ECLI:NL:CRVB:2022:2130

Centrale Raad van Beroep

Datum uitspraak
5 oktober 2022
Publicatiedatum
5 oktober 2022
Zaaknummer
21/1442 WIA
Instantie
Centrale Raad van Beroep
Type
Uitspraak
Procedures
  • Hoger beroep
Rechters
Vindplaatsen
  • Rechtspraak.nl
AI samenvatting door LexboostAutomatisch gegenereerd

Beoordeling van de mate van arbeidsongeschiktheid in het kader van de Wet WIA na herbeoordeling door het Uwv

In deze zaak gaat het om de beoordeling van de mate van arbeidsongeschiktheid van appellant, die sinds 15 oktober 2015 met fysieke klachten uitgevallen is uit zijn werkzaamheden. Appellant heeft een loongerelateerde WGA-uitkering ontvangen, maar na een herbeoordeling door het Uwv is vastgesteld dat hij 73,05% arbeidsongeschikt is. Dit besluit is later herzien naar 72,26% na bezwaar van appellant. De Centrale Raad van Beroep behandelt het hoger beroep van appellant tegen de uitspraak van de rechtbank Amsterdam, die het beroep ongegrond verklaarde.

De Raad oordeelt dat het Uwv de mate van arbeidsongeschiktheid terecht heeft vastgesteld.
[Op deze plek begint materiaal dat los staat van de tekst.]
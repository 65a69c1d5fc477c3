"""Anchor capacity: slab anchors (ACI 318-19 Ch. 17); helical anchors (ICC-ES AC358) and
deadmen are in `bracing.ground_anchors` and named here too. The slab anchor's modes live by
topic in `bracing.anchor_factors` (phi, the ASD basis), `bracing.anchor_tension` and
`bracing.anchor_shear`, all named here; this module combines them (`slab_anchor_capacity`).

Pure functions over floats or numpy arrays. Forces in lb, lengths in in (anchors) or ft
(deadmen), f'c in psi. ACI 318 gives nominal strengths and strength design (phi Nn); the
team's ASD basis divides phi Nn by alpha = 1.0/0.6 (method notes §1: wind governs).
Cracked concrete and normal-weight concrete (lambda_a = 1.0) by default; single anchors only.
"""

from __future__ import annotations

from dataclasses import dataclass

import numpy as np

from bracing.anchor_factors import (
    ASD_FROM_STRENGTH,
    LAMBDA_A_NORMAL_WEIGHT,
    PHI_CAST_IN,
    PHI_POST_INSTALLED,
    PHI_SHEAR_CONCRETE,
    PHI_STEEL,
    _on_basis,
    asd_from_strength,
    phi_concrete_tension,
)
from bracing.anchor_shear import pryout, shear_breakout, steel_shear, tension_shear_interaction
from bracing.anchor_tension import (
    basic_breakout_tension,
    headed_pullout,
    narrow_member_embedment,
    near_three_or_more_edges,
    projected_area_tension,
    psi_c_n,
    psi_cp_n,
    psi_ed_n,
    reference_area_tension,
    steel_tension,
    tension_breakout,
)

# helical anchors and deadmen (bracing.ground_anchors), named here as well for the callers
from bracing.ground_anchors import (
    BEARING_IBC_1806_2_PSF,
    COHESION_IBC_1806_2_PSF,
    DEAD_LOAD_FACTOR_RESISTING,
    FRICTION_CONCRETE_ON_CONCRETE,
    FRICTION_IBC_1806_2,
    FRICTION_NAVFAC_DM7_02,
    FRICTION_TABLES,
    HELICAL_FACTOR_OF_SAFETY,
    KT_AC358_CERTAINTY,
    KT_AC358_PER_FT,
    SLIDING_FS_ULTIMATE,
    allowable_friction,
    deadman_overturning_moment,
    deadman_resisting_moment,
    deadman_sliding,
    deadman_uplift,
    helical_capacity,
    required_torque,
    soil_friction,
)

__all__ = [
    "ASD_FROM_STRENGTH",
    "BEARING_IBC_1806_2_PSF",
    "COHESION_IBC_1806_2_PSF",
    "DEAD_LOAD_FACTOR_RESISTING",
    "FRICTION_CONCRETE_ON_CONCRETE",
    "FRICTION_IBC_1806_2",
    "FRICTION_NAVFAC_DM7_02",
    "FRICTION_TABLES",
    "HELICAL_FACTOR_OF_SAFETY",
    "KT_AC358_CERTAINTY",
    "KT_AC358_PER_FT",
    "LAMBDA_A_NORMAL_WEIGHT",
    "PHI_CAST_IN",
    "PHI_POST_INSTALLED",
    "PHI_SHEAR_CONCRETE",
    "PHI_STEEL",
    "SLIDING_FS_ULTIMATE",
    "AnchorCapacity",
    "allowable_friction",
    "asd_from_strength",
    "basic_breakout_tension",
    "deadman_overturning_moment",
    "deadman_resisting_moment",
    "deadman_sliding",
    "deadman_uplift",
    "headed_pullout",
    "helical_capacity",
    "narrow_member_embedment",
    "near_three_or_more_edges",
    "phi_concrete_tension",
    "post_installed_embedment_ok",
    "projected_area_tension",
    "pryout",
    "psi_c_n",
    "psi_cp_n",
    "psi_ed_n",
    "reference_area_tension",
    "required_torque",
    "shear_breakout",
    "slab_anchor_capacity",
    "soil_friction",
    "steel_shear",
    "steel_tension",
    "tension_breakout",
    "tension_shear_interaction",
]


@dataclass(frozen=True)
class AnchorCapacity:
    """Capacities of one slab anchor (or arrays of them), lb, on `basis`, by failure mode."""

    basis: str
    steel_tension: np.ndarray
    breakout_tension: np.ndarray
    pullout: np.ndarray
    steel_shear: np.ndarray
    breakout_shear: np.ndarray
    pryout: np.ndarray
    tension: np.ndarray
    shear: np.ndarray
    tension_mode: np.ndarray
    shear_mode: np.ndarray


def _governing(values, names):
    """Least capacity and its mode name; NaN (a mode that cannot be evaluated) propagates."""
    stack = np.stack(np.broadcast_arrays(*values)).astype(float)
    least = np.min(stack, axis=0)  # NaN wins: an unknown mode leaves the anchor unknown
    mode = np.asarray(names)[np.argmin(np.where(np.isnan(stack), -np.inf, stack), axis=0)]
    return least[()], mode


def slab_anchor_capacity(hef_in, fc_psi, Ase_in2, futa_psi, da_in, ha_in,
                         c1_in=np.inf, c2_in=np.inf, c3_in=np.inf, c4_in=np.inf,
                         cast_in=True, cracked=True, category=1, ductile=True,
                         Abrg_in2=None, pullout_lb=None, fya_psi=None, cac_in=None,
                         grout_pad=False, basis="ASD", lambda_a=LAMBDA_A_NORMAL_WEIGHT):
    """Tension and shear capacity of one anchor in a slab by every ACI 318-19 Ch. 17 mode.

    Edges: c1 in the direction of the shear (the foot's pull toward the wall for a brace in
    tension), c3 behind it, c2/c4 at the sides; inf where there is no edge. Pullout: headed
    (Abrg_in2) or the nominal value from the product's report (pullout_lb); with neither it
    is NaN and so is the governing tension (inf where the report says pullout does not
    govern). Adhesive bond (§17.6.5) is not covered. Condition B phi (Table 17.5.3).
    """
    ncb = tension_breakout(hef_in, fc_psi, c1_in=c1_in, c2_in=c2_in, c3_in=c3_in, c4_in=c4_in,
                           cast_in=cast_in, cracked=cracked, cac_in=cac_in, lambda_a=lambda_a)
    if Abrg_in2 is not None:
        npn = headed_pullout(Abrg_in2, fc_psi, cracked)
    elif pullout_lb is not None:
        npn = np.asarray(pullout_lb, dtype=float)
    else:
        npn = np.full(np.shape(ncb), np.nan)
    phi_concrete = phi_concrete_tension(cast_in, category)
    modes_t = (
        _on_basis(PHI_STEEL[("tension", ductile)] * steel_tension(Ase_in2, futa_psi, fya_psi),
                  basis),
        _on_basis(phi_concrete * ncb, basis),
        _on_basis(phi_concrete * npn, basis),
    )
    modes_v = (
        _on_basis(PHI_STEEL[("shear", ductile)]
                  * steel_shear(Ase_in2, futa_psi, grout_pad, fya_psi), basis),
        _on_basis(PHI_SHEAR_CONCRETE * shear_breakout(
            c1_in, hef_in, da_in, fc_psi, ha_in, ca2_in=c2_in, ca2_other_in=c4_in,
            cracked=cracked, lambda_a=lambda_a), basis),
        _on_basis(PHI_SHEAR_CONCRETE * pryout(ncb, hef_in), basis),
    )
    modes = [m[()] for m in np.broadcast_arrays(*modes_t, *modes_v)]
    modes_t, modes_v = modes[:3], modes[3:]
    tension, tension_mode = _governing(modes_t, ["steel", "concrete breakout", "pullout"])
    shear, shear_mode = _governing(modes_v, ["steel", "concrete breakout", "pryout"])
    return AnchorCapacity(
        basis=basis, steel_tension=modes_t[0], breakout_tension=modes_t[1], pullout=modes_t[2],
        steel_shear=modes_v[0], breakout_shear=modes_v[1], pryout=modes_v[2], tension=tension,
        shear=shear, tension_mode=tension_mode, shear_mode=shear_mode)


def post_installed_embedment_ok(hef_in, ha_in):
    """True where a post-installed anchor's embedment suits the slab's thickness.

    Parameters
    ----------
    hef_in : float or array_like
        Effective embedment depth, in.
    ha_in : float or array_like
        Slab thickness, in.

    Returns
    -------
    bool or ndarray
        hef <= max(2/3 ha, ha - 4 in): expansion, screw and undercut anchors.

    References
    ----------
    ACI 318-19 §17.9.4 (from memory).

    Examples
    --------
    A 6 in slab takes hef up to 4 in.

    >>> bool(post_installed_embedment_ok(4.0, 6.0)), bool(post_installed_embedment_ok(4.5, 6.0))
    (True, False)
    """
    ha = np.asarray(ha_in, dtype=float)
    return np.asarray(hef_in) <= np.maximum(2.0 * ha / 3.0, ha - 4.0)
De verzekeringsartsen hebben appellant onderzocht en geconcludeerd dat er geen medische redenen zijn voor de fysieke klachten, waardoor de eerder aangenomen beperkingen in de Functionele Mogelijkhedenlijst (FML) zijn komen te vervallen. Appellant heeft in hoger beroep aangevoerd dat de verzekeringsartsen ten onrechte zijn klachten als psychisch hebben gekarakteriseerd en dat er geen medische onderbouwing is voor het vervallen van de beperkingen. De Raad volgt echter de conclusie van de verzekeringsartsen dat er geen medisch substraat is voor de fysieke klachten en dat de arbeidsduurbeperking van vier uur per dag, twintig uur per week, gerechtvaardigd is.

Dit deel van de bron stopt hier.